A final difficulty of cross-validation is that, in models where the data-level variation is high, most of the predictive error will be due to this data-level variation, and so vastly different models can actually have similar levels of cross-validation error.

Shouhao and I have noticed this problem in a logistic regression of vote preferences on demographic and geographic predictors. Given the information we have, most voters are predicted to have a probability between .3 and .7 of supporting either party. The predictive root mean squared error is necessarily then close to .5, no matter what we do with the model. However, when evaluating errors at the group level (leaving out data from an entire state), the cross-validation appears to be more informative.

Summary

Cross-validation is an important technique that should be standard, but there is no standard way of applying it in a Bayesian context. A good summary of some of the difficulties is in the paper, “Bayesian model assessment and comparison using cross-validation predictive densities,” by Aki Vehtari and Jouko Lampinen, Neural Computation 14 (10), 2339-2468. Yet another idea is DIC, which is a mixed analytical/computational approximation to an esitmated predictive error.

I don’t really know what’s the best next step toward routinizing Bayesian cross-validation.

Aleks commented:

I have been using cross-validation methods for a very long time,

faced problems, and begun looking at Bayesian methods!

There are a few nuisance parameters inherent to cross-validation.

For example, the number of folds is K. One then assigns the

instances into K subsets. The result is a utility for each

individual data instance {u_1,u_2,…,u_N}. What is the utility of

a particular model? It is P(u_i | i, K, S) where i is the

instance, and S is the assignment. So you have two nuisance

parameters, S and the number of folds, K. A Bayesian would want to

integrate them out, so you have to assume a prior over K and S,

and sample over this.

Leave-one-out is a nice way of integrating S out. Unfortunately,

the prior over K is P(K=n)=1: not everyone would agree with this.

In my experience, leave-one-out often leads to overfitting.

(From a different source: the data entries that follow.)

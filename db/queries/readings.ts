import 'server-only';
import { and, eq, inArray } from 'drizzle-orm';
import { v7 } from 'uuid';
import { parseCase } from '@/diagnosis/case';
import { caseFromRounds } from '@/diagnosis/case-from-rounds';
import { diagnose } from '@/diagnosis/diagnose';
import { knowledgeOf } from '@/diagnosis/garments/registry';
import { db } from '../client';
import { readings } from '../schema/readings';
import { rounds } from '../schema/rounds';
import { recordAudit } from './audit';
import { findDesk } from './desk';
import type { Viewer } from './viewer';
import { roundFittableBy, roundIds } from './visible-to';

/**
 * Reads a round on the server, by the same core that read it in the browser, and keeps question and answer for good: what the
 * person saw when they decided. False when the round is not one the viewer may fit, or nothing of it can be read.
 */
export async function keepReading(viewer: Viewer, roundId: string): Promise<boolean> {
  const [allowed] = await db()
    .select({ journalId: rounds.journalId, number: rounds.number })
    .from(rounds)
    .where(and(eq(rounds.id, roundId), inArray(rounds.id, roundIds(roundFittableBy(viewer)))));
  const desk = allowed && (await findDesk(viewer, allowed.journalId));
  if (!desk) return false;
  const knowledge = knowledgeOf(desk.garment);
  const until = desk.rounds.filter(({ number }) => number <= allowed.number);
  const parsed = parseCase(knowledge, caseFromRounds(desk.garment, desk, until));
  if (!parsed.ok) return false;
  const output = diagnose(knowledge, parsed.value);
  const id = v7();
  await db().transaction(async (tx) => {
    await tx.insert(readings).values({ id, roundId, case: parsed.value, output, engine: output.engine });
    await recordAudit(tx, { actorId: viewer.userId, verb: 'create', objectKind: 'reading', objectId: id });
  });
  return true;
}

As for multilevel models, there is some theory on how to sample in

bootstrap literature. We recently had a discussion on this topic on Usenet.

Aleks

Erwann commented:

FYI I found Ch7 of "Elements of statistical learning" by Hastie et al. quite useful on this topic. Further to my comments at the seminar: the cv-k error is unbiased for a n-k datapoints statistic (but is overestimated for an n-datapoints statistics). Bias arises when cv is combined with the bootstrap but there are associated benefits (Efron, cv vs bootstrap, 1995).

Other thought (maybe it's been already suggested during the seminar?):

Would it make sense to combine cv-k as part of the mcmc, that is by alternating over k subsets of data every p-cycles of the chain? It's not obvious that the chain would converge, but if it did it would make the inference more robust w/out extra computational challenge.

plz send some links for some reading material on Cross validation in general how it helps in clustering from the basics.